[Saved entries]
>>>

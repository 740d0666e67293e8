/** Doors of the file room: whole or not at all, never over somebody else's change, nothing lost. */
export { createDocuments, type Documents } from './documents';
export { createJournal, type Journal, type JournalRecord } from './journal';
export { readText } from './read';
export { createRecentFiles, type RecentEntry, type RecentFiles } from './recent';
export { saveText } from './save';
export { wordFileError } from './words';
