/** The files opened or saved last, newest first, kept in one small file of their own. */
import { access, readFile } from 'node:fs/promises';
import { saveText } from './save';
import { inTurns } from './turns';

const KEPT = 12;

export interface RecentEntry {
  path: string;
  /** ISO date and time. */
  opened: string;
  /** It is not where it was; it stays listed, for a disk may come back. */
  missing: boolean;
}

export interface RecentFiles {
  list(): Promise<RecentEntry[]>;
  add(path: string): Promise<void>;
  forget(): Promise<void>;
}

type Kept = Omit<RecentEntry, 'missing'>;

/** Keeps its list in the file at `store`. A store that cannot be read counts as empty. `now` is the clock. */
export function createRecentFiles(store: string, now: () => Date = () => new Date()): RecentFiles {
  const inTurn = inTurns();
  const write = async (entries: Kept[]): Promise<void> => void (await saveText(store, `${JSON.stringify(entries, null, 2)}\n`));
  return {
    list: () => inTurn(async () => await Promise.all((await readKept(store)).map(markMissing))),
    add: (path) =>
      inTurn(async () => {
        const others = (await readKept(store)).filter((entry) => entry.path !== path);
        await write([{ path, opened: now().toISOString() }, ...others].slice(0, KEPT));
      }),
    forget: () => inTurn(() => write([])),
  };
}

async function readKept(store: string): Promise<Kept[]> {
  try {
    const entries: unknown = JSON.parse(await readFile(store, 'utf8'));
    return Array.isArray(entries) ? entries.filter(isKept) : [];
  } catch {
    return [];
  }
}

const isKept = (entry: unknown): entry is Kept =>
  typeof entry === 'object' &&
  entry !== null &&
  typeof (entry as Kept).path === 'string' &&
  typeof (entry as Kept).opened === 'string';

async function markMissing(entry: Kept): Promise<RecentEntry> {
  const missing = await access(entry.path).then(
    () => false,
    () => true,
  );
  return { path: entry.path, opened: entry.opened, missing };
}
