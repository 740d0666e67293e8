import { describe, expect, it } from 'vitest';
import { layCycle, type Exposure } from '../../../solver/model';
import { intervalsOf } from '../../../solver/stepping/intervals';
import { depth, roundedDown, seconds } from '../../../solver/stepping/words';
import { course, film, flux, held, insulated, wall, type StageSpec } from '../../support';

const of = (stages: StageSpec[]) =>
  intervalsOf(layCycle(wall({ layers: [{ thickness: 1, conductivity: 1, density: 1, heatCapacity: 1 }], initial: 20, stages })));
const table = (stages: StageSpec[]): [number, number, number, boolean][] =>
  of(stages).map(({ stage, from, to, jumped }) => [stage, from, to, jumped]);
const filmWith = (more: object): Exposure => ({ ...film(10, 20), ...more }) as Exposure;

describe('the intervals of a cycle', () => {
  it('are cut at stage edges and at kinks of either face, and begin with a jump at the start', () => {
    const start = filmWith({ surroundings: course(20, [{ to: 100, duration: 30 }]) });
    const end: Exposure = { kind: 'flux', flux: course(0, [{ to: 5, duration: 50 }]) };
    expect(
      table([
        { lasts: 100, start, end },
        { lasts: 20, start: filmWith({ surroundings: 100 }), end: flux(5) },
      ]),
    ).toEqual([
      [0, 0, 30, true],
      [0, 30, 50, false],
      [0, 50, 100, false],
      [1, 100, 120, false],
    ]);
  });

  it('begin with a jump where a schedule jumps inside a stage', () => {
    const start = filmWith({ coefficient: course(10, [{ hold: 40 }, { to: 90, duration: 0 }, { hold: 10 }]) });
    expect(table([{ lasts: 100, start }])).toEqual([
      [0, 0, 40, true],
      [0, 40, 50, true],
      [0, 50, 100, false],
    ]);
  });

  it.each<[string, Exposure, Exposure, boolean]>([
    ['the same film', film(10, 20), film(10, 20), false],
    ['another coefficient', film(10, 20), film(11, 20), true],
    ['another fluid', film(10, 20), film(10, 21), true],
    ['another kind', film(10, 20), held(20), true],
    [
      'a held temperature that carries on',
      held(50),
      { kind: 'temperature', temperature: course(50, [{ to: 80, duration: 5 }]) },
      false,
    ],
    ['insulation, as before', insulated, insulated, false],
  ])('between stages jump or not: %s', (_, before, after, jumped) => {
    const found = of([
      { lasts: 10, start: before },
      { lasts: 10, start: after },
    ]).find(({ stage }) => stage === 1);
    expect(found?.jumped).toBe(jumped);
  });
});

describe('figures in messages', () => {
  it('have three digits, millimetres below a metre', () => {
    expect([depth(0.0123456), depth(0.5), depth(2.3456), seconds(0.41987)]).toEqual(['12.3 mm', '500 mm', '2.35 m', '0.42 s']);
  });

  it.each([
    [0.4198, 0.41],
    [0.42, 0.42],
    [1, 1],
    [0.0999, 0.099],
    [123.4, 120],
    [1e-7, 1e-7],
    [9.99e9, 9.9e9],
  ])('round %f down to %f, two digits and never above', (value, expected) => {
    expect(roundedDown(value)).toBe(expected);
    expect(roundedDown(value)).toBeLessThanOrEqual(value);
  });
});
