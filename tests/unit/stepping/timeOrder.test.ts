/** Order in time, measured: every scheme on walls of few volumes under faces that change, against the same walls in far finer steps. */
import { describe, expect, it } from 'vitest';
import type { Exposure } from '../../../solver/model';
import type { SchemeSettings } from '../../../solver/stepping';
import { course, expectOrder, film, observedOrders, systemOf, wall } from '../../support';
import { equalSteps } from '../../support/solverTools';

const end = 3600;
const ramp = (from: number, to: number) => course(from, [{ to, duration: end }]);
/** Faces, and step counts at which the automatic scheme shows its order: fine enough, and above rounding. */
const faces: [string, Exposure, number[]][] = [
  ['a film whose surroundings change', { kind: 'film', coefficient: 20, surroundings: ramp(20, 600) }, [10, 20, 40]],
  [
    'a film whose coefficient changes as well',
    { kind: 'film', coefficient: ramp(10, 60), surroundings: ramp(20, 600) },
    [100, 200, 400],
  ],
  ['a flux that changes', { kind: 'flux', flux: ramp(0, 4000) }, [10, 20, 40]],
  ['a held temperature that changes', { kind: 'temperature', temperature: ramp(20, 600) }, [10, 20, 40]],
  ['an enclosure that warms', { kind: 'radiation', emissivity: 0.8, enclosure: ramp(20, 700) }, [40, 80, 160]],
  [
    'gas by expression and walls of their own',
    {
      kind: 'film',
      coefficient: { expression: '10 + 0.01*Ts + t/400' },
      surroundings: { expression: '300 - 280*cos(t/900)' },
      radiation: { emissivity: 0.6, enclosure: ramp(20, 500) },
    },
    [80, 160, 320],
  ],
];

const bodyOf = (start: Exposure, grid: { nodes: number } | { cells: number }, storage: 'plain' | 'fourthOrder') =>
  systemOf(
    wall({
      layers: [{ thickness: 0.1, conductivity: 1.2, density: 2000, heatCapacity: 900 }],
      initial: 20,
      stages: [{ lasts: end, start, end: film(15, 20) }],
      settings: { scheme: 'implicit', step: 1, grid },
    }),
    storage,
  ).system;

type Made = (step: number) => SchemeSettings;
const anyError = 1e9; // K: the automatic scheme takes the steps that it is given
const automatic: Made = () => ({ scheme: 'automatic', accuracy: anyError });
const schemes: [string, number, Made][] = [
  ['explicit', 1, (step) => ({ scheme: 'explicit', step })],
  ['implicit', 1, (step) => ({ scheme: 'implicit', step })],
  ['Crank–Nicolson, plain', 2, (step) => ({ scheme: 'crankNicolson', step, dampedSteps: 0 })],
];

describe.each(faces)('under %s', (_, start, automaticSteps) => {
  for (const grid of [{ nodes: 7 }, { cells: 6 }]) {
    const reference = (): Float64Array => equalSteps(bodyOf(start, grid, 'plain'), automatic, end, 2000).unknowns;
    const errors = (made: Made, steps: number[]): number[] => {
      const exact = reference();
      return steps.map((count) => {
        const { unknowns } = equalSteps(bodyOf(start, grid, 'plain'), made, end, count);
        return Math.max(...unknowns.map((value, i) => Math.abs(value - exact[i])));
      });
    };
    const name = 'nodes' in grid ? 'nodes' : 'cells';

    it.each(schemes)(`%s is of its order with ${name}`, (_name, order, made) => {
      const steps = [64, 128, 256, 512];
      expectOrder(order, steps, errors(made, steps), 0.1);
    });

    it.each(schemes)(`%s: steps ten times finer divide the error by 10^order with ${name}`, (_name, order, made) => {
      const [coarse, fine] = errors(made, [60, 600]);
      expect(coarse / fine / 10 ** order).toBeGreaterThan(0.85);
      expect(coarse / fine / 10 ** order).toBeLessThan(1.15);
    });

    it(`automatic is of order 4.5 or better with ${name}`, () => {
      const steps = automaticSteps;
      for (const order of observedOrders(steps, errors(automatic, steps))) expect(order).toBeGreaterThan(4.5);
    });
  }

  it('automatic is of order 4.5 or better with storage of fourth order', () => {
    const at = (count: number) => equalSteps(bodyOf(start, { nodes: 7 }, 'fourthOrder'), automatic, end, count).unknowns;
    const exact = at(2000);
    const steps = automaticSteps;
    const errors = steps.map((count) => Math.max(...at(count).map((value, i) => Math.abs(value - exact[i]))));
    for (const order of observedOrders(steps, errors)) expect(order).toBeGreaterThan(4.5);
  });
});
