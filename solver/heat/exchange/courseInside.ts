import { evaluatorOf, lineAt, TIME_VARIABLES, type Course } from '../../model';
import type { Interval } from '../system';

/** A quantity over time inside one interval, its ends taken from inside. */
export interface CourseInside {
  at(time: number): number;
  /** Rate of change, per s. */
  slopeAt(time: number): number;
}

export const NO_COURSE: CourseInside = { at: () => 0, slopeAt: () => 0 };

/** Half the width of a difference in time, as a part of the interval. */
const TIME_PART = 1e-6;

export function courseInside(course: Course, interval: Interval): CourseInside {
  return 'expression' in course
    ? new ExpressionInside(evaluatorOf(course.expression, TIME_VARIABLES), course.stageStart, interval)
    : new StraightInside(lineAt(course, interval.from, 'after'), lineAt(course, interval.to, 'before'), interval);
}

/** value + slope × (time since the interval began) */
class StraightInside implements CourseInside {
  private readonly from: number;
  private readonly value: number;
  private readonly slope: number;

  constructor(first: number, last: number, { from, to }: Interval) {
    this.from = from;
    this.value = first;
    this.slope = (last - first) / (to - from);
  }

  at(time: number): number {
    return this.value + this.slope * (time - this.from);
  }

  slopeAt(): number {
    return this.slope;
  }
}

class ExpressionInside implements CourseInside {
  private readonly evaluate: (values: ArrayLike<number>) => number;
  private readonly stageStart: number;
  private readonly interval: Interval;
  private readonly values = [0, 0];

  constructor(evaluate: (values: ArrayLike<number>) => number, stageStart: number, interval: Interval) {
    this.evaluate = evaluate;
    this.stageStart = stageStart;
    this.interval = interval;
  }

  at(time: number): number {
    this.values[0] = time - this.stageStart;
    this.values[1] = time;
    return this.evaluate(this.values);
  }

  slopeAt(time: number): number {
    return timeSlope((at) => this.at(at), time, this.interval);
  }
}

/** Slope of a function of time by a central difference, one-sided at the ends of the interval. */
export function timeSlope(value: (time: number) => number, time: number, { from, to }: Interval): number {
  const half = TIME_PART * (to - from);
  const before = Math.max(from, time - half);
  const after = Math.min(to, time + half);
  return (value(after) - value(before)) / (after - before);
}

<<<

## [Task requirements]
Go over the data above and copy every line that has the word "Math" in it.

## [Answer below]
        return Math.max(...unknowns.map((value, i) => Math.abs(value - exact[i])));
    const errors = steps.map((count) => Math.max(...at(count).map((value, i) => Math.abs(value - exact[i]))));
  const before = Math.max(from, time - half);
  const after = Math.min(to, time + half);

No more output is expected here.